I was wrong, yes they do feed on nectar and pollen, but not alot as compared to a honey bee


----------



## chaz (Jun 2, 2009)

Illinois said:


> This may explain it. 12 year old info, wonder how the concept worked out?
> 
> http://entomology.ucdavis.edu/faculty/mussen/11-12-97.pdf


Illinois,

Thanks very much for the reference. It could explain what my friend saw in Montana. I noted that the referenced conference (CSBA) proceedings which outlined APIS, Inc's plans indicated that the conference would invite the company to bring demo equipment to the next year's conference (1998, I believe). I searched the proceedings of the conference, and found no further reference to the concepts presented. Also, searches for APIS, Inc. have only provided basic facts for the company (number of employees, address, etc.), but no additional information on their scheme of enclosing "eight 14-frame (two stories of 7-frames) colonies into a single container. Also, the article in your reference discussed having a computer chip in each box that would transmit various data (temp, pheromone levels, sounds, and GPS levels). All I really wanted to know was what my friend may have seen ("really big bee hives"), but this stuff is intriguing. Anyone know of more recent write-ups on these concepts -- just curious.

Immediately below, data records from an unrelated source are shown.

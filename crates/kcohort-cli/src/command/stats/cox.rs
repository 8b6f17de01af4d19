//! `kcohort stats cox`: Cox proportional-hazards regression with Efron or Breslow ties, optional
//! strata, late entry and a robust variance for clustered rows.

use super::InputArgs;
use super::follow_up::follow_up;
use super::grouping::Grouping;
use super::report::{Report, TextTable, interval, num, p_value, to_json};
use anyhow::{Context, anyhow, bail};
use clap::{Args, ValueEnum};
use kcohort_stats::cox::{self, ChiSquareTest, CoxData, CoxOptions, Ties};
use serde_json::json;

#[derive(Debug, Args)]
#[command(
    after_long_help = "Cox proportional-hazards regression, as R's coxph: Efron ties by default, one baseline \
hazard per --strata level, rows as (entry, time] intervals with --entry (late entry, time-varying \
covariates), and with --cluster the robust (sandwich) variance, whose standard errors are then used \
for z, p-values and intervals. Covariates are numeric columns; a column also named in --categorical \
is one-hot encoded against its first level (in numeric order when every level is a number, \
otherwise in text order), giving one covariate `column=level` per other level."
)]
pub struct CoxArgs {
    /// Column with the time of the event or of censoring.
    #[arg(long, value_name = "COL")]
    pub time: String,
    /// Column with 1 (or true) for an event at that time, 0 (or false) for censoring.
    #[arg(long, value_name = "COL")]
    pub event: String,
    /// Column with the time each row enters the risk set (late entry); default: at risk from the start.
    #[arg(long, value_name = "COL")]
    pub entry: Option<String>,
    /// How tied event times enter the partial likelihood.
    #[arg(long, value_enum, default_value_t = TiesArg::Efron)]
    pub ties: TiesArg,
    /// Column naming each row's stratum (a separate baseline hazard per stratum).
    #[arg(long, value_name = "COL")]
    pub strata: Option<String>,
    /// Column with a cluster id (e.g. patient) for the robust variance.
    #[arg(long, value_name = "COL")]
    pub cluster: Option<String>,
    /// Covariates to one-hot encode against their first level, e.g. a text column `ward`: one
    /// covariate `ward=level` per other level (each must also be listed as a COVARIATE).
    #[arg(long, value_name = "COL", value_delimiter = ',')]
    pub categorical: Vec<String>,
    /// Covariate columns: numbers, or any values for a column named in --categorical.
    #[arg(value_name = "COVARIATE", required = true)]
    pub covariates: Vec<String>,
    #[command(flatten)]
    pub input: InputArgs,
}

#[derive(Debug, Clone, Copy, PartialEq, Eq, ValueEnum)]
pub enum TiesArg {
    /// Efron's approximation (R coxph's default).
    Efron,
    /// Breslow's approximation.
    Breslow,
}

pub fn run(args: &CoxArgs) -> anyhow::Result<Report> {
    let level = args.input.level()?;
    if let Some(c) = args
        .categorical
        .iter()
        .find(|c| !args.covariates.contains(c))
    {
        bail!("--categorical {c}: `{c}` is not among the covariates; list it as a COVARIATE too");
    }
    let mut columns = vec![args.time.as_str(), args.event.as_str()];
    columns.extend(args.entry.as_deref());
    columns.extend(args.strata.as_deref());
    columns.extend(args.cluster.as_deref());
    columns.extend(args.covariates.iter().map(String::as_str));
    let table = args.input.read(&columns)?;
    let data = follow_up(&table, &args.time, &args.event, args.entry.as_deref())?;

    // Design matrix, column by column, then laid out row-major.
    let mut names: Vec<String> = Vec::new();
    let mut design: Vec<Vec<f64>> = Vec::new();
    let mut encodings = Vec::new();
    for covariate in &args.covariates {
        if args.categorical.contains(covariate) {
            let grouping = Grouping::new(&table.labels(covariate)?);
            if grouping.levels.len() < 2 {
                bail!(
                    "categorical covariate `{covariate}` has a single level; it carries no information"
                );
            }
            for (level_index, level_name) in grouping.levels.iter().enumerate().skip(1) {
                names.push(format!("{covariate}={level_name}"));
                design.push(
                    grouping
                        .of_row
                        .iter()
                        .map(|&g| f64::from(u8::from(g == level_index)))
                        .collect(),
                );
            }
            encodings.push(json!({
                "covariate": covariate,
                "reference": grouping.levels[0],
                "levels": grouping.levels,
            }));
        } else {
            names.push(covariate.clone());
            design.push(table.numbers(covariate).map_err(|e| {
                anyhow!("{e}\nhint: name `{covariate}` in --categorical to one-hot encode a text covariate")
            })?);
        }
    }
    let p = names.len();
    let mut covariates = Vec::with_capacity(data.len() * p);
    for row in 0..data.len() {
        covariates.extend(design.iter().map(|column| column[row]));
    }
    let strata: Option<Vec<u32>> = match &args.strata {
        Some(column) => Some(
            Grouping::new(&table.labels(column)?)
                .of_row
                .into_iter()
                .map(|g| g as u32)
                .collect(),
        ),
        None => None,
    };
    let cluster: Option<Vec<u64>> = match &args.cluster {
        Some(column) => Some(
            Grouping::new(&table.labels(column)?)
                .of_row
                .into_iter()
                .map(|g| g as u64)
                .collect(),
        ),
        None => None,
    };
    let name_refs: Vec<&str> = names.iter().map(String::as_str).collect();
    let model = CoxData {
        follow_up: &data,
        covariates: &covariates,
        names: &name_refs,
        strata: strata.as_deref(),
        cluster: cluster.as_deref(),
    };
    let options = CoxOptions {
        ties: match args.ties {
            TiesArg::Efron => Ties::Efron,
            TiesArg::Breslow => Ties::Breslow,
        },
        level,
        ..CoxOptions::default()
    };
    let fit = cox::fit(&model, &options).context("Cox model")?;

    let robust = fit.n_clusters.is_some();
    let ci = super::report::ci_label(level.value());
    let mut text = format!(
        "Cox proportional hazards: time `{}`, event `{}`, {} ties{}{}\n\n",
        args.time,
        args.event,
        match fit.ties {
            Ties::Efron => "Efron",
            Ties::Breslow => "Breslow",
        },
        args.strata
            .as_ref()
            .map_or(String::new(), |s| format!(", stratified by `{s}`")),
        args.cluster
            .as_ref()
            .map_or(String::new(), |c| format!(", robust variance by `{c}`"))
    );
    text.push_str(&format!(
        "{} rows, {} events, {} {}{}, {} iterations\n\n",
        fit.n_rows,
        fit.n_events,
        fit.n_strata,
        if fit.n_strata == 1 {
            "stratum"
        } else {
            "strata"
        },
        fit.n_clusters
            .map_or(String::new(), |c| format!(", {c} clusters")),
        fit.iterations
    ));
    let mut header = vec!["covariate", "coefficient", "std error"];
    if robust {
        header.push("robust std error");
    }
    let hazard_ci = format!("{ci} of hazard ratio");
    header.extend(["hazard ratio", &hazard_ci, "z", "p-value"]);
    let mut coefficients = TextTable::new(&header);
    for c in &fit.coefficients {
        let mut row = vec![c.name.clone(), num(c.coefficient), num(c.std_error)];
        if robust {
            row.push(c.robust_std_error.map_or("n/a".to_string(), num));
        }
        row.extend([
            num(c.hazard_ratio),
            interval(&c.hazard_ratio_interval),
            num(c.z),
            p_value(c.p_value),
        ]);
        coefficients.row(row);
    }
    text.push_str(&coefficients.render());
    text.push('\n');
    let mut tests = TextTable::new(&["test", "chi-square", "df", "p-value"]);
    let mut add = |name: &str, test: &ChiSquareTest| {
        tests.row(vec![
            name.to_string(),
            num(test.statistic),
            test.degrees_of_freedom.to_string(),
            p_value(test.p_value),
        ]);
    };
    add("likelihood ratio", &fit.likelihood_ratio);
    add("Wald", &fit.wald);
    add("score", &fit.score);
    if let Some(test) = &fit.robust_wald {
        add("robust Wald", test);
    }
    if let Some(test) = &fit.robust_score {
        add("robust score", test);
    }
    text.push_str(&tests.render());
    let results = json!({
        "categorical_encodings": encodings,
        "fit": to_json(&fit),
    });
    let settings = json!({
        "columns": {
            "time": args.time,
            "event": args.event,
            "entry": args.entry,
            "strata": args.strata,
            "cluster": args.cluster,
            "covariates": args.covariates,
            "categorical": args.categorical,
        },
        "ties": to_json(&fit.ties),
        "level": level.value(),
    });
    Ok(Report::new("cox", &table, settings, results, text))
}
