//! `kcohort stats funnel`: funnel-plot limits for comparing units against a target
//! (Spiegelhalter 2005), with the over-dispersion estimate and each unit's place on the funnel.

use super::InputArgs;
use super::report::{Report, TextTable, amount, interval, num, per_label, percent, to_json};
use anyhow::{Context, bail};
use clap::{Args, ValueEnum};
use kcohort_stats::ConfidenceLevel;
use kcohort_stats::funnel::{
    Dispersion, FunnelClass, FunnelOptions, proportion_funnel, rate_funnel, ratio_funnel,
};
use serde_json::json;
use std::collections::HashMap;

#[derive(Debug, Args)]
#[command(
    after_long_help = "Funnel-plot limits (Spiegelhalter, Stat Med 2005;24:1185) for comparing units such as \
wards or hospitals with a target, one row per unit. proportion: --count cases of --exposure people; \
rate: --count events over --exposure person-time, per --per units; ratio: --count observed over \
--exposure expected (e.g. standardised mortality ratios, target 1). Inner limits at --level (0.95), \
outer limits at --outer-level (0.998)."
)]
pub struct FunnelArgs {
    /// Column with each unit's numerator (cases, events, observed).
    #[arg(long, value_name = "COL")]
    pub count: String,
    /// Column with each unit's denominator: people, person-time or expected count.
    #[arg(long, value_name = "COL")]
    pub exposure: String,
    /// Column naming each unit (one row per unit).
    #[arg(long, value_name = "COL")]
    pub unit: String,
    /// What is compared.
    #[arg(long, value_enum, default_value_t = Kind::Proportion)]
    pub kind: Kind,
    /// The target: a proportion, a rate per --per units, or (ratio) 1. Default: pooled over units.
    #[arg(long, value_name = "VALUE")]
    pub target: Option<f64>,
    /// Rate funnels only: rates per this many units of person-time (default 1000).
    #[arg(long, value_name = "UNITS")]
    pub per: Option<f64>,
    /// Level of the outer limits.
    #[arg(long, default_value_t = 0.998, value_name = "LEVEL")]
    pub outer_level: f64,
    /// Widen the limits when the units are over-dispersed: by a factor (multiplicative) or a
    /// random-effects variance (additive).
    #[arg(long, value_enum, default_value_t = DispersionArg::None)]
    pub dispersion: DispersionArg,
    #[command(flatten)]
    pub input: InputArgs,
}

#[derive(Debug, Clone, Copy, PartialEq, Eq, ValueEnum)]
pub enum Kind {
    /// Proportions x/n.
    Proportion,
    /// Rates per person-time.
    Rate,
    /// Observed over expected counts.
    Ratio,
}

#[derive(Debug, Clone, Copy, PartialEq, Eq, ValueEnum)]
pub enum DispersionArg {
    /// Exact limits, no adjustment.
    None,
    /// Multiplicative over-dispersion factor φ.
    Multiplicative,
    /// Additive random-effects variance τ².
    Additive,
}

pub fn run(args: &FunnelArgs) -> anyhow::Result<Report> {
    let inner = args.input.level()?;
    let outer = ConfidenceLevel::new(args.outer_level).context("--outer-level")?;
    if outer.value() <= inner.value() {
        bail!(
            "--outer-level {} must be above --level {}",
            outer.value(),
            inner.value()
        );
    }
    let table = args
        .input
        .read(&[&args.unit, &args.count, &args.exposure])?;
    let units = table.labels(&args.unit)?;
    let mut first_row: HashMap<&str, usize> = HashMap::new();
    for (row, unit) in units.iter().enumerate() {
        if let Some(&earlier) = first_row.get(unit.as_str()) {
            bail!(
                "{} {}, column `{}`: unit `{unit}` was already given on {}\nhint: give one row per unit",
                table.file(),
                table.place(row),
                args.unit,
                table.place(earlier)
            );
        }
        first_row.insert(unit, row);
    }
    let counts = table.counts(&args.count)?;
    let options = FunnelOptions {
        inner,
        outer,
        dispersion: match args.dispersion {
            DispersionArg::None => Dispersion::None,
            DispersionArg::Multiplicative => Dispersion::Multiplicative,
            DispersionArg::Additive => Dispersion::Additive,
        },
    };
    if args.per.is_some() && args.kind != Kind::Rate {
        bail!("--per applies to rate funnels (--kind rate)");
    }
    let (funnel, value_label, per) = match args.kind {
        Kind::Proportion => {
            let totals = table.counts(&args.exposure)?;
            (
                proportion_funnel(&counts, &totals, args.target, &options),
                "proportion".to_string(),
                None,
            )
        }
        Kind::Rate => {
            let per = args.per.unwrap_or(1000.0);
            if !(per.is_finite() && per > 0.0) {
                bail!("--per: expected a number greater than 0, e.g. 1000, found {per}");
            }
            let time: Vec<f64> = table
                .positive_numbers(&args.exposure)?
                .into_iter()
                .map(|t| t / per)
                .collect();
            (
                rate_funnel(&counts, &time, args.target, &options),
                per_label(per),
                Some(per),
            )
        }
        Kind::Ratio => {
            if args.target.is_some() {
                bail!("--target does not apply to ratio funnels, whose target is 1");
            }
            let expected = table.positive_numbers(&args.exposure)?;
            (
                ratio_funnel(&counts, &expected, &options),
                "observed/expected".to_string(),
                None,
            )
        }
    };
    let funnel = funnel.context("funnel limits")?;
    let mut text = format!(
        "Funnel plot of {value_label} against target {} ({})\n\n",
        num(funnel.target),
        if args.target.is_some() || args.kind == Kind::Ratio {
            "given"
        } else {
            "pooled over units"
        }
    );
    text.push_str(&format!(
        "over-dispersion phi: {} (threshold {}): {}\n\n",
        num(funnel.phi),
        num(funnel.phi_threshold),
        match (funnel.overdispersed, funnel.adjustment_applied) {
            (false, _) => "not over-dispersed, exact limits",
            (true, true) => "over-dispersed, limits widened as asked",
            (true, false) => {
                "over-dispersed; exact limits kept (see --dispersion multiplicative|additive)"
            }
        }
    ));
    let inner_label = format!("{} limits", percent(inner.value()));
    let outer_label = format!("{} limits", percent(outer.value()));
    let mut rows = TextTable::new(&[
        "unit",
        "count",
        "denominator",
        &value_label,
        "z",
        &inner_label,
        &outer_label,
        "position",
    ]);
    for (unit, name) in funnel.units.iter().zip(&units) {
        let denominator = match per {
            Some(per) => unit.denominator * per,
            None => unit.denominator,
        };
        rows.row(vec![
            name.clone(),
            unit.numerator.to_string(),
            amount(denominator),
            num(unit.value),
            num(unit.z_adjusted),
            interval(&unit.inner),
            interval(&unit.outer),
            match unit.class {
                FunnelClass::Within => "within",
                FunnelClass::AboveInner => "above inner",
                FunnelClass::BelowInner => "below inner",
                FunnelClass::AboveOuter => "above outer",
                FunnelClass::BelowOuter => "below outer",
            }
            .to_string(),
        ]);
    }
    text.push_str(&rows.render());
    let results = json!({
        "units": units,
        // On a rate funnel the library's denominators are the person-time divided by `per`, so
        // that values, target and limits are rates per `per` units.
        "denominator_scale": per.map_or(1.0, |per| 1.0 / per),
        "funnel": to_json(&funnel),
    });
    let settings = json!({
        "columns": {
            "count": args.count,
            "exposure": args.exposure,
            "unit": args.unit,
        },
        "kind": to_json(&funnel.measure),
        "target": args.target,
        "per": per,
        "level": inner.value(),
        "outer_level": outer.value(),
        "dispersion": to_json(&options.dispersion),
    });
    Ok(Report::new("funnel", &table, settings, results, text))
}
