//! The distinct values of a label column (groups, strata, units) in a fixed order, and the level of
//! each row.
//!
//! Order: numeric when every value reads as a number (so 2 comes before 10), otherwise by text.
//! The order does not depend on the order of the rows, so the default reference group of a
//! comparison (the first level) is the same however the file is sorted.

use std::collections::HashMap;

#[derive(Debug, Clone)]
pub struct Grouping {
    pub levels: Vec<String>,
    /// Index into `levels` for each row.
    pub of_row: Vec<usize>,
}

impl Grouping {
    pub fn new(labels: &[String]) -> Self {
        let mut levels: Vec<String> = Vec::new();
        let mut seen: HashMap<&str, ()> = HashMap::new();
        for label in labels {
            if seen.insert(label.as_str(), ()).is_none() {
                levels.push(label.clone());
            }
        }
        let numeric: Option<Vec<f64>> = levels.iter().map(|l| l.parse::<f64>().ok()).collect();
        match numeric {
            Some(values) if values.iter().all(|v| v.is_finite()) => {
                let mut order: Vec<usize> = (0..levels.len()).collect();
                order.sort_by(|&a, &b| values[a].total_cmp(&values[b]));
                levels = order.into_iter().map(|i| levels[i].clone()).collect();
            }
            _ => levels.sort(),
        }
        let position: HashMap<&str, usize> = levels
            .iter()
            .enumerate()
            .map(|(i, l)| (l.as_str(), i))
            .collect();
        let of_row = labels.iter().map(|l| position[l.as_str()]).collect();
        Grouping { levels, of_row }
    }

    /// All rows in one unnamed level.
    pub fn single(rows: usize) -> Self {
        Grouping {
            levels: vec![String::new()],
            of_row: vec![0; rows],
        }
    }

    /// Sums `values` over the rows of each level.
    pub fn sum<T: Copy + Default + std::ops::AddAssign>(&self, values: &[T]) -> Vec<T> {
        let mut sums = vec![T::default(); self.levels.len()];
        for (&level, &value) in self.of_row.iter().zip(values) {
            sums[level] += value;
        }
        sums
    }

    /// Row indices of each level.
    pub fn rows(&self) -> Vec<Vec<usize>> {
        let mut rows = vec![Vec::new(); self.levels.len()];
        for (row, &level) in self.of_row.iter().enumerate() {
            rows[level].push(row);
        }
        rows
    }
}

#[cfg(test)]
mod tests {
    use super::*;

    fn labels(values: &[&str]) -> Vec<String> {
        values.iter().map(|v| v.to_string()).collect()
    }

    #[test]
    fn numeric_levels_sort_as_numbers_and_text_as_text() {
        let g = Grouping::new(&labels(&["10", "2", "10", "1"]));
        assert_eq!(g.levels, ["1", "2", "10"]);
        assert_eq!(g.of_row, [2, 1, 2, 0]);
        let g = Grouping::new(&labels(&["placebo", "drug", "placebo"]));
        assert_eq!(g.levels, ["drug", "placebo"]);
        assert_eq!(g.sum(&[1u64, 2, 3]), [2, 4]);
        assert_eq!(g.rows(), [vec![1], vec![0, 2]]);
    }
}
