-- episode_cause_summary: one row per episode summing up episode_causes, with the kidney
-- context a reviewer reads beside it.
--
-- DEFINITION
--   n_causes            causes found (0 when only 'none_identified');
--   causes              the causes found, sorted, separated by ', ' ('' when none);
--   drug_classes        the drug-class causes only, sorted, separated by ', ';
--   none_identified     true when no cause was found;
--   baseline_egfr, baseline_gfr_category, aki_stage: from episode_kidney.
--
-- It reads the derived tables episode_causes and episode_kidney (not views, which would run
-- again).
--
-- PARAMETERS: none of its own.

SELECT
    o.episode_id,
    o.patient_id,
    o.onset_at,
    coalesce(f.n_causes, CAST(0 AS BIGINT)) AS n_causes,
    coalesce(f.causes, '') AS causes,
    coalesce(f.drug_classes, '') AS drug_classes,
    coalesce(f.n_causes, 0) = 0 AS none_identified,
    k.baseline_egfr,
    k.baseline_gfr_category,
    k.aki_stage
FROM episode_onsets o
LEFT JOIN (
    SELECT
        episode_id,
        CAST(COUNT(*) AS BIGINT) AS n_causes,
        array_to_string(array_sort(array_agg(cause)), ', ') AS causes,
        array_to_string(array_sort(array_agg(cause) FILTER (WHERE cause_group = 'drug')), ', ')
            AS drug_classes
    FROM episode_causes
    WHERE cause_group <> 'none'
    GROUP BY episode_id
) f ON f.episode_id = o.episode_id
LEFT JOIN episode_kidney k ON k.episode_id = o.episode_id
ORDER BY o.patient_id, o.onset_at, o.episode_id;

Thanks for your reference -- interesting.

Charlie


----------



## beekeeperlady (Mar 25, 2009)

if it was hops. it would be on tall tall special fences/arbors?. as hops vines do get verry long its possible it was a beet field.. or rashish or anyother fast crop and the crates dropped off were there for the field workers to pack the harvest in.. got to see alot of that in the tomato fields in california where i used to live.. also avocados but then again ya never know lol..


----------